(What is being asked) Which lines of the records contain the word "vesselId"? Copy each one.

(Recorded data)
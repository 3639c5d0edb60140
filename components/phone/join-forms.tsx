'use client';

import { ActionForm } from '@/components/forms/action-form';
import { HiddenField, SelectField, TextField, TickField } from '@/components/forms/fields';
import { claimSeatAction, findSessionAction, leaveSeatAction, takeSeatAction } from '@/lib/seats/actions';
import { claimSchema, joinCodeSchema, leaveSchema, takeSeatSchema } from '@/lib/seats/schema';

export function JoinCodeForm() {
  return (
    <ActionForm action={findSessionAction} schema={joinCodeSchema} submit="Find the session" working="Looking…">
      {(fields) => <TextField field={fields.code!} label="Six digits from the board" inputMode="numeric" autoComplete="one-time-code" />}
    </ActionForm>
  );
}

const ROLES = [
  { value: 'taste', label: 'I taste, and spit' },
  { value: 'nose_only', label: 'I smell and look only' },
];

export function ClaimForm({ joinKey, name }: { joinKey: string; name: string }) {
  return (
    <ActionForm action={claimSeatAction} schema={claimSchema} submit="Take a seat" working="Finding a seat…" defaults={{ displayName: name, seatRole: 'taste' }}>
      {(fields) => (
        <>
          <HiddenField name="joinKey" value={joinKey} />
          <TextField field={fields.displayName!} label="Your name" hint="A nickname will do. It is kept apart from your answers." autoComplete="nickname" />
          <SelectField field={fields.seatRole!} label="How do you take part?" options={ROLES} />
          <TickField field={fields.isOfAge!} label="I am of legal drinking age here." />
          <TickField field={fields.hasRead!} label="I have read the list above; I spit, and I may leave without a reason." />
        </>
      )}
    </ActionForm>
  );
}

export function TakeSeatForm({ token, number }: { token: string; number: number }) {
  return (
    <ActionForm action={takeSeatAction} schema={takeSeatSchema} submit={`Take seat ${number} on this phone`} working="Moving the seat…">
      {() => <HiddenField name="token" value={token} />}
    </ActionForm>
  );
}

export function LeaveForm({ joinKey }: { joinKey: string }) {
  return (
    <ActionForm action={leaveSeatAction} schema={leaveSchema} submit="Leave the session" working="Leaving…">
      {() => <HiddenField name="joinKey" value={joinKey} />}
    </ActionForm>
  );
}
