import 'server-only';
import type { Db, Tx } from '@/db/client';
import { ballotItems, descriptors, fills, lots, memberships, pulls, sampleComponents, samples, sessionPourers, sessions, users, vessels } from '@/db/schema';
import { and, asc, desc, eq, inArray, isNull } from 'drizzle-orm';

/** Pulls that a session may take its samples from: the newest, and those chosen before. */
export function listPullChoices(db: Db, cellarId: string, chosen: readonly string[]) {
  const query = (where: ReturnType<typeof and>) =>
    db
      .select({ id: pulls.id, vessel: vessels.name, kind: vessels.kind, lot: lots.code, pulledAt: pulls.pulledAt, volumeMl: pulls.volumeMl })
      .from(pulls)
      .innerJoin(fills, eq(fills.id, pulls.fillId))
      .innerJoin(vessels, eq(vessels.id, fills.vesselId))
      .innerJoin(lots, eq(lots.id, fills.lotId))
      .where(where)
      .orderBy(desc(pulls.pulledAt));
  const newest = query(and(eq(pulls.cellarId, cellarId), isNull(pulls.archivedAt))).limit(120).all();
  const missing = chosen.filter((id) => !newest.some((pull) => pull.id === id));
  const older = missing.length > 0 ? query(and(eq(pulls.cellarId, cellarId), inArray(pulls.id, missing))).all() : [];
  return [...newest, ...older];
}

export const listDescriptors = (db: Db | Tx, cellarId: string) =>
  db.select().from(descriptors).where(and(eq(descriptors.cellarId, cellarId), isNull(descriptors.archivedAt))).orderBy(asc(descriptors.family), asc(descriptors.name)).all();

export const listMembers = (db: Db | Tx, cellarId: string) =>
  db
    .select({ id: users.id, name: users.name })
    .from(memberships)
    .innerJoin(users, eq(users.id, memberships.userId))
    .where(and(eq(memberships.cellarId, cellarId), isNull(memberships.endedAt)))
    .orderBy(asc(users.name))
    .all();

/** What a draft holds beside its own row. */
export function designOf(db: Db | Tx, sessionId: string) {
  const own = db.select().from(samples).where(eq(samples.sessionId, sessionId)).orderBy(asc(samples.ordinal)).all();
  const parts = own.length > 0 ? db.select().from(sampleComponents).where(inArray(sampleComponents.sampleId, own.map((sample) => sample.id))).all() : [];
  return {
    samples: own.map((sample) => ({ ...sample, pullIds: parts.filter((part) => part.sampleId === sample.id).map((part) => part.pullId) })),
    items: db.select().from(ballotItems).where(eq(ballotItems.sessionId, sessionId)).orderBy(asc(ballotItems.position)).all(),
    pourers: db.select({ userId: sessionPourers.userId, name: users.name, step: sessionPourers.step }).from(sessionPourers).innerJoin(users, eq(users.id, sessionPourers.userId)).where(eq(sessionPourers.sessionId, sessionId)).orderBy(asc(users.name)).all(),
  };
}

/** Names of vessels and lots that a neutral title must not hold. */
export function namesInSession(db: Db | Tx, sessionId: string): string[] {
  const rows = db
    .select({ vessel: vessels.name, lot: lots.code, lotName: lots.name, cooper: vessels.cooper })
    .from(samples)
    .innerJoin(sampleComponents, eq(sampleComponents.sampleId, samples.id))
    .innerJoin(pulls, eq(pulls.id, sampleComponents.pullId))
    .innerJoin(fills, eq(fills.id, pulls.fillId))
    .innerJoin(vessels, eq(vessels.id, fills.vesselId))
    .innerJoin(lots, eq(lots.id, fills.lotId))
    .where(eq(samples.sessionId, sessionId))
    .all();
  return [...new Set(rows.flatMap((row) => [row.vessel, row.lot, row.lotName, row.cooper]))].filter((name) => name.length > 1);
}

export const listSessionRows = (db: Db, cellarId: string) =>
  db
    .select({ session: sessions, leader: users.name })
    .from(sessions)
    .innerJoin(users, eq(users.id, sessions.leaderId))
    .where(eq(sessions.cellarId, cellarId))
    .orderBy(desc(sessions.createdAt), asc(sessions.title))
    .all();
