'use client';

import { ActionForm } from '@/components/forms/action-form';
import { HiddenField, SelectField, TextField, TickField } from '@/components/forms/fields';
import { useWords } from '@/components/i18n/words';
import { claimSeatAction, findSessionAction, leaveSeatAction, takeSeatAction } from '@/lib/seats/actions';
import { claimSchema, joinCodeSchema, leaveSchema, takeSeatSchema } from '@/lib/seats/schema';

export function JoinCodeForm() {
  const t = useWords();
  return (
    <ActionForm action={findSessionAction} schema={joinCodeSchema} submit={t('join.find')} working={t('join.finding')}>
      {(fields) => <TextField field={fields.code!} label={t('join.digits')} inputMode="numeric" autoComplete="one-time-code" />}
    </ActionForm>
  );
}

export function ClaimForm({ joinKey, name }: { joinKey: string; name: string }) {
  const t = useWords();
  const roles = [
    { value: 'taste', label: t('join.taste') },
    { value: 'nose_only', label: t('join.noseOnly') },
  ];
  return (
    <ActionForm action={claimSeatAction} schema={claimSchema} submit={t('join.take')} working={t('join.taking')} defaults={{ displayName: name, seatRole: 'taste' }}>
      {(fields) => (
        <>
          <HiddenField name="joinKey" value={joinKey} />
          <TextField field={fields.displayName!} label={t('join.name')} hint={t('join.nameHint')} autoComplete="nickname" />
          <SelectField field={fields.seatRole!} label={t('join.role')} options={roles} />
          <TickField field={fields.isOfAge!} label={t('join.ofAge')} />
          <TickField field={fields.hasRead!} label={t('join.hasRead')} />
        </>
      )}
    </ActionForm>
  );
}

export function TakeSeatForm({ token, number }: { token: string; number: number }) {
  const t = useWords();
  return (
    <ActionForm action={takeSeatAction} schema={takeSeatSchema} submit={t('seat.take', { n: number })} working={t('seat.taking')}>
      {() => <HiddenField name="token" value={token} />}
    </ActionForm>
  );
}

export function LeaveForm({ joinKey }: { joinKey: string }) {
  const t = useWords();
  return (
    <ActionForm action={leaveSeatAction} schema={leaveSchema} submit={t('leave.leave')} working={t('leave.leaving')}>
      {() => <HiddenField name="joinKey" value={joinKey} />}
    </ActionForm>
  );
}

(Response area)
      .innerJoin(vessels, eq(vessels.id, fills.vesselId))
    .innerJoin(vessels, eq(vessels.id, fills.vesselId))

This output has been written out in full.